Cooperative Serialization — Near's Respite

Anyway, I think I have another solution. Let's take the article's two-component example of a CPU and a APU. For deterministic replay, normally you only need to record external inputs, not internal inputs (i.e. cross-component interactions). But you can use per-component "ragged checkpoints" to resolve the alignment problem. During the checkpointing interval you're also recording internal inputs, so you can step forward the lagging component in isolation to catch up when restoring a checkpoint.
I'm not a distributed systems person, but I guess this is a _much_ simpler version of something like https://en.wikipedia.org/wiki/Chandy%E2%80%93Lamport_algorithm. E.g. this part is similar to what I was describing as recording internal inputs during the checkpointing interval: "If a process receives a marker after having recorded its local state, it records the state of the incoming channel from which the marker came as carrying all the messages received since it first recorded its local state."
Chandy–Lamport algorithm - Wikipedia

@pervognsen
hmm but wouldn't that need all cross-component interactions to be expressed as explicit message passing, instead of method calls and/or shared state?
@wolf480pl That's just the distributed system algorithm. The way I normally do record-and-replay is to instrument component interface calls. I think if anything it should be easier for something like the whole-system emulation example, but I need to do a prototype implementation to prove it to myself.
@wolf480pl Here's how I see the serialization side:
1. Set a flag to announce that you want to checkpoint the system state.
2. The next time a component reaches a safe point, it snapshots its local state and starts recording interface calls while continuing execution.
3. When the last component reaches a safe point and takes a snapshot, the system checkpoint is finished. Each component contributes a local state snapshot and its local log of recorded interface calls.
@wolf480pl On the deserialization side:
1. Every local component snapshot corresponded to a different point in the shared timeline; here I'm assuming a shared synchronous clock as in the whole-system emulation example.
2. The n-1 lagging components have to deterministically replay forward from their local snapshot using the locally recorded log of interface calls, to catch up to the newest snapshot. This log means they can replay independently from each other, without any synchronization.

@pervognsen
ok, so let's say APU is already snapshotted, and the CPU tries to read APU's memory, but the APU is behind.
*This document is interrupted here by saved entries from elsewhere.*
import { BitWriter } from '../bits/bit-writer.ts';
import type { SymbolArray } from '../symbols/sequence.ts';
import type { Coded, Encoder, Setup } from './contract.ts';
import { SymbolCounts } from './huffman-counts.ts';
import type { IntegerFamily } from './integer-family.ts';
import { RunningMean } from './integer-mean.ts';
import { integerTables, writeParameter } from './integer-tables.ts';
import { writeSymbolCount } from './message-frame.ts';
import { MessageLedger } from './message-ledger.ts';
import { MessagePieces, wholeMessages } from './message-pieces.ts';

/** The mean that an adaptive unit starts with. */
export function startMean(family: IntegerFamily, setup: Setup): RunningMean {
  return new RunningMean(
    setup.alphabetSize,
    setup.policy === 'primed' ? integerTables(family, setup) : undefined,
  );
}

/**
 * Codes messages: count, parameter if sent, words, padding.
 * @param given  the parameter, where the candidate gives it
 */
export function integerEncoder(
  family: IntegerFamily,
  setup: Setup,
  given: number | undefined,
): Encoder {
  const writer = new BitWriter();
  const ledger = new MessageLedger(setup.align);
  const finishWith = (pieces: MessagePieces): Encoder => ({
    push: (chunk) => pieces.push(chunk),
    finish(): Coded {
      pieces.finish();
      return ledger.finish(writer);
    },
  });
  const begin = (symbolCount: number) => {
    ledger.framingBits += writeSymbolCount(writer, setup, symbolCount);
  };
  const sendParameter = (parameter: number) => {
    ledger.tableBits += writeParameter(writer, family, setup.alphabetSize, parameter);
  };
  const bookWords = (from: number) => {
    ledger.writtenBits += writer.position - from;
    ledger.payloadBits += writer.position - from;
  };

  if (given === undefined && (setup.policy === 'learned' || setup.policy === 'primed')) {
    const mean = startMean(family, setup);
    return finishWith(
      new MessagePieces({
        begin(symbolCount) {
          begin(symbolCount);
          if (setup.reset === 'message') mean.restart();
        },
        take(symbols, from, to) {
          const start = writer.position;
          family.encodeAdaptive(writer, symbols, from, to, mean);
          bookWords(start);
        },
        end: () => ledger.close(writer),
      }),
    );
  }

  if (given === undefined && setup.policy === 'sent' && setup.reset === 'message') {
    const counts = new SymbolCounts(setup.alphabetSize);
    const chooser = family.chooser();
    return finishWith(
      wholeMessages((symbols: SymbolArray, from: number, to: number) => {
        begin(to - from);
        if (to > from) {
          counts.clear();
          counts.add(symbols, from, to);
          const { parameter } = chooser.choose(counts);
          sendParameter(parameter);
          const start = writer.position;
          family.encode(writer, symbols, from, to, parameter);
          bookWords(start);
        }
        ledger.close(writer);
      }),
    );
  }

  const parameter = given ?? integerTables(family, setup).parameter;
  let isDue = given === undefined && setup.policy === 'sent';
  return finishWith(
    new MessagePieces({
      begin(symbolCount) {
        begin(symbolCount);
        if (isDue && symbolCount > 0) {
          sendParameter(parameter);
          isDue = false;
        }
      },
      take(symbols, from, to) {
        const start = writer.position;
        family.encode(writer, symbols, from, to, parameter);
        bookWords(start);
      },
      end: () => ledger.close(writer),
    }),
  );
}
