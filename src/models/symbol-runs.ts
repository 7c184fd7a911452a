import { ContextTree, NODE_FIRST, NODE_SECOND, NODE_SYMBOL, NODE_WORDS } from './context-tree.ts';
import type { MemoryBound } from './memory-bound.ts';

/** Set in a node's symbol word when it has two symbols or more, and so a run. */
export const HAS_RUN = 0x20000;

/**
 * Adds one to the count of the entry at `position` of a run; it changes places with the one before when that is smaller.
 * For kernels, which save the node before and add to its sum themselves; elsewhere {@link SymbolRuns.increment}.
 */
export function countEntry(
  pool: Uint32Array,
  run: number,
  position: number,
  symbolBits: number,
): void {
  const entry = (pool[position] + (1 << symbolBits)) >>> 0;
  const before = pool[position - 1];
  if (entry >>> symbolBits > before >>> symbolBits && position - 1 > run) {
    pool[position] = before;
    pool[position - 1] = entry;
  } else {
    pool[position] = entry;
  }
}

const SMALLEST_BLOCK = 4;
const NO_WORDS = new Uint32Array(0);

/** What becomes of a count c when a context is halved. */
export type Halving = 'up' | 'down';

/**
 * The symbols seen in each context, with counts.
 *
 * An entry is `count << symbolBits | symbol`. A context with one symbol keeps its entry in its node; with more, in a run
 * of the pool: the number of entries, then the entries. Runs take blocks of 4, 8, 16 … words and move when full. An entry
 * that is counted moves one place ahead when the one before it has become smaller, so runs stay nearly sorted and
 * the common symbols are found first. The node's second word is the sum of its counts.
 *
 * After {@link mark}, every context that changes is saved once, and {@link restore} brings all of them back: the cost of a
 * reset goes with what changed, not with what there is.
 *
 * Memory: 16 bytes a context and what the tree needs to find it; 4 to 8 bytes a further pair.
 */
export class SymbolRuns {
  readonly tree: ContextTree;
  /** 8 or 16. */
  readonly symbolBits: number;
  /** Largest count an entry holds. */
  readonly largestCount: number;
  /** Replaced when it grows. */
  pool: Uint32Array;

  readonly #halving: Halving;
  readonly #memory: MemoryBound;
  /** Where new blocks come from. Offset 0 stays unused. */
  #poolEnd = SMALLEST_BLOCK;
  /** First free block of SMALLEST_BLOCK << class words; each free block holds the offset of the next. */
  readonly #free = new Uint32Array(20);

  /** Nodes below this are saved before they change. */
  markedNodes = 0;
  #markedPoolEnd = SMALLEST_BLOCK;
  #stamps: Uint32Array = NO_WORDS;
  #stamp = 0;
  #journal: Uint32Array = NO_WORDS;
  #journalLength = 0;

  constructor(
    alphabetSize: number,
    depth: number,
    halving: Halving,
    tree = new ContextTree(alphabetSize, depth),
  ) {
    this.tree = tree;
    this.symbolBits = alphabetSize <= 256 ? 8 : 16;
    this.largestCount = 2 ** (32 - this.symbolBits) - 1;
    this.#halving = halving;
    this.#memory = tree.memory;
    this.pool = this.#memory.grow(NO_WORDS, 256);
  }

  /** A copy that shares nothing; its marked state is the present one when it is marked next. */
  clone(): SymbolRuns {
    const tree = this.tree.clone();
    const copy = new SymbolRuns(tree.alphabetSize, tree.depth, this.#halving, tree);
    copy.pool = copy.#memory.grow(this.pool, this.pool.length);
    copy.#poolEnd = this.#poolEnd;
    copy.#free.set(this.#free);
    return copy;
  }

  /** Words of all runs, with those of blocks left free: what the pool would take. */
  get runWords(): number {
    return this.#poolEnd - SMALLEST_BLOCK;
  }

  /** Distinct symbols of the node. */
  distinct(node: number): number {
    const words = this.tree.words;
    const at = node * NODE_WORDS;
    if (words[at + NODE_SYMBOL] & HAS_RUN) return this.pool[words[at + NODE_FIRST]];
    return words[at + NODE_FIRST] === 0 ? 0 : 1;
  }

  /** Adds a symbol that the node has not, with count 1. */
  append(node: number, symbol: number): void {
    this.save(node);
    const words = this.tree.words;
    const at = node * NODE_WORDS;
    const entry = ((1 << this.symbolBits) | symbol) >>> 0;
    if (!(words[at + NODE_SYMBOL] & HAS_RUN)) {
      const first = words[at + NODE_FIRST];
      if (first === 0) {
        words[at + NODE_FIRST] = entry;
      } else {
        const block = this.#takeBlock(0);
        const pool = this.pool;
        pool[block] = 2;
        pool[block + 1] = first;
        pool[block + 2] = entry;
        words[at + NODE_FIRST] = block;
        words[at + NODE_SYMBOL] |= HAS_RUN;
      }
    } else {
      let run = words[at + NODE_FIRST];
      const count = this.pool[run] + 1;
      if (count >= SMALLEST_BLOCK && (count & (count - 1)) === 0) {
        // The block of `count` words, its length word included, is full.
        const block = 31 - Math.clz32(count / SMALLEST_BLOCK);
        const moved = this.#takeBlock(block + 1);
        this.pool.copyWithin(moved, run, run + count);
        this.pool[run] = this.#free[block];
        this.#free[block] = run;
        run = moved;
        words[at + NODE_FIRST] = run;
      }
      this.pool[run] = count;
      this.pool[run + count] = entry;
    }
    words[at + NODE_SECOND]++;
  }

  /** Counts the one symbol of a node without a run. */
  incrementOnly(node: number): void {
    if (node < this.markedNodes) this.save(node);
    const words = this.tree.words;
    const at = node * NODE_WORDS;
    words[at + NODE_FIRST] += 1 << this.symbolBits;
    words[at + NODE_SECOND]++;
    if (words[at + NODE_FIRST] >>> this.symbolBits === this.largestCount) this.halve(node);
  }

  /** Counts the entry at offset `position` of the pool, in the node's run. */
  increment(node: number, position: number): void {
    if (node < this.markedNodes) this.save(node);
    const words = this.tree.words;
    const at = node * NODE_WORDS;
    const count = (this.pool[position] >>> this.symbolBits) + 1;
    words[at + NODE_SECOND]++;
    countEntry(this.pool, words[at + NODE_FIRST], position, this.symbolBits);
    if (count === this.largestCount) this.halve(node);
  }

  /** Halves all counts of the node: c becomes ⌈c/2⌉ or ⌊c/2⌋. */
  halve(node: number): void {
    this.save(node);
    const words = this.tree.words;
    const pool = this.pool;
    const at = node * NODE_WORDS;
    const bits = this.symbolBits;
    const odd = this.#halving === 'up' ? 1 : 0;
    const mask = 2 ** bits - 1;
    if (!(words[at + NODE_SYMBOL] & HAS_RUN)) {
      const entry = words[at + NODE_FIRST];
      const count = ((entry >>> bits) + odd) >>> 1;
      words[at + NODE_FIRST] = ((count << bits) | (entry & mask)) >>> 0;
      words[at + NODE_SECOND] = count;
      return;
    }
    const run = words[at + NODE_FIRST];
    const end = run + pool[run];
    let sum = 0;
    for (let i = run + 1; i <= end; i++) {
      const count = ((pool[i] >>> bits) + odd) >>> 1;
      pool[i] = ((count << bits) | (pool[i] & mask)) >>> 0;
      sum += count;
    }
    words[at + NODE_SECOND] = sum;
  }

  /** Makes the present state the one that {@link restore} returns to. */
  mark(): void {
    this.markedNodes = this.tree.nodeCount;
    this.#markedPoolEnd = this.#poolEnd;
    // A free block of the marked state would have to be saved too; new ones are taken instead.
    this.#free.fill(0);
    this.#stamps = this.#memory.grow(NO_WORDS, this.markedNodes);
    this.#stamp = 1;
    this.#journalLength = 0;
  }

  /** Back to the marked state, contexts aside; cost by what changed since. */
  restore(): void {
    const words = this.tree.words;
    const journal = this.#journal;
    for (let i = 0; i < this.#journalLength; ) {
      const at = journal[i] * NODE_WORDS;
      const symbolWord = journal[i + 1];
      const first = journal[i + 2];
      words[at + NODE_SYMBOL] = symbolWord;
      words[at + NODE_FIRST] = first;
      words[at + NODE_SECOND] = journal[i + 3];
      i += 4;
      if (symbolWord & HAS_RUN) {
        const length = journal[i] + 1;
        for (let j = 0; j < length; j++) this.pool[first + j] = journal[i + j];
        i += length;
      }
    }
    this.#journalLength = 0;
    this.tree.truncate(this.markedNodes);
    this.#poolEnd = this.#markedPoolEnd;
    this.#free.fill(0);
    if (++this.#stamp === 2 ** 32) {
      this.#stamps.fill(0);
      this.#stamp = 1;
    }
  }

  /** Keeps a node as it was marked, once, before it changes. */
  save(node: number): void {
    if (node >= this.markedNodes || this.#stamps[node] === this.#stamp) return;
    this.#stamps[node] = this.#stamp;
    const words = this.tree.words;
    const at = node * NODE_WORDS;
    const first = words[at + NODE_FIRST];
    const hasRun = (words[at + NODE_SYMBOL] & HAS_RUN) !== 0;
    const runLength = hasRun ? this.pool[first] + 1 : 0;
    const needed = this.#journalLength + 4 + runLength;
    if (needed > this.#journal.length) {
      this.#journal = this.#memory.grow(this.#journal, Math.max(256, 2 * needed));
    }
    const journal = this.#journal;
    let to = this.#journalLength;
    journal[to++] = node;
    journal[to++] = words[at + NODE_SYMBOL];
    journal[to++] = first;
    journal[to++] = words[at + NODE_SECOND];
    for (let i = 0; i < runLength; i++) journal[to++] = this.pool[first + i];
    this.#journalLength = to;
  }

  /** Offset of a block of SMALLEST_BLOCK << size words. */
  #takeBlock(size: number): number {
    const free = this.#free[size];
    if (free !== 0) {
      this.#free[size] = this.pool[free];
      return free;
    }
    const block = this.#poolEnd;
    const end = block + (SMALLEST_BLOCK << size);
    if (end > this.pool.length) {
      const length = this.pool.length;
      const more = length < 2 ** 25 ? length : Math.floor(length / 2);
      this.pool = this.#memory.grow(this.pool, Math.max(end, length + more));
    }
    this.#poolEnd = end;
    return block;
  }
}
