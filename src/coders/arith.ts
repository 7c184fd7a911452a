import { arithDecoder } from './arith-decoder.ts';
import { arithEncoder, arithFiller } from './arith-encoder.ts';
import { arithPrice } from './arith-price.ts';
import { ArithSettings, arithDeclaration } from './arith-settings.ts';
import { type ArithTables, arithTrainer, tablesFor } from './arith-tables.ts';
import type { Coder, CoderEntry, Tables } from './contract.ts';
import { staticCosts, staticOperations } from './cost-static.ts';
import type { ParameterValues } from './parameters.ts';

/**
 * Order-k arithmetic coding. What may surprise:
 * - a message's code string ends by itself where its end is not known, so no byte length is ever paid for;
 * - an adaptive model's `sent` cell does not exist as such: `sent` carries static tables of order k alone, no back-off;
 * - `backoff`, `counts` and `halve_at` speak of adaptive models, `total_bits` and `unseen` of static ones; the others are
 *   ignored, so that one candidate can run under every policy;
 * - `position=N` counts from a message's start where contexts start there, and runs on over messages where they run on.
 */
export const arith: CoderEntry = { declaration: arithDeclaration, create };

function create(values: ParameterValues): Coder {
  const settings = new ArithSettings(values);
  return {
    declares: arithDeclaration,
    check: (setup) => settings.check(setup),
    trainer: (setup) => {
      settings.check(setup);
      return arithTrainer(settings, setup);
    },
    encoder: (setup) => {
      settings.check(setup);
      return arithEncoder(settings, setup);
    },
    filler: (setup) => {
      settings.check(setup);
      return arithFiller(settings, setup);
    },
    growsSteadily: (setup) => setup.policy !== 'sent',
    decoder: (setup, limits) => {
      settings.check(setup);
      return arithDecoder(settings, setup, limits);
    },
    price: (sequence, setup) => {
      settings.check(setup);
      return arithPrice(settings, sequence, setup);
    },
    costs: (setup, longestCodedBytes) =>
      setup.policy === 'shipped'
        ? staticCosts(tablesFor(setup, 'shipped').table, settings.rangeBits, longestCodedBytes)
        : undefined,
    operations: (sequence, setup) =>
      setup.policy === 'shipped'
        ? staticOperations(tablesFor(setup, 'shipped').table, settings.rangeBits, sequence)
        : undefined,
    decoderHolds: () => settings.rangeBits / 8,
    describeTables: (tables) => describe(tables as ArithTables, settings),
  };
}

function describe(tables: Tables & ArithTables, settings: ArithSettings): string[] {
  const { order, positions } = settings;
  const place = positions === 1 ? '' : `, for each of ${positions} positions`;
  if (tables.policy === 'primed')
    return [`adaptive order-${order} model after the train split${place}`];
  const { tree } = tables.pairs;
  const strings = tree.nodeCount - tree.startCount;
  const lines = [
    `${strings} strings of 1 to ${order + 1} symbols counted in ${tree.alphabetSize} symbols' alphabet${place}`,
  ];
  if (tables.policy === 'shipped') {
    const { table } = tables;
    let contexts = 0;
    for (const total of table.totals) if (total > 0) contexts++;
    lines.push(
      `${contexts} contexts with ${table.symbols.length} entries, totals of ${table.totals[0]}`,
    );
  }
  return lines;
}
So I guess it passes a message to the APU "gimme memory at address 0x1234".

The APU dutifully records that message, and doesn't reply, since it's already snapshotted.

The CPU needs to wait for the reply, but it will not get one before resume, so it needs to sit in a safe point...

which is what OP was trying to avoid

@wolf480pl The APU continues execution after taking its snapshot, so it behaves completely normally from everyone's point of view.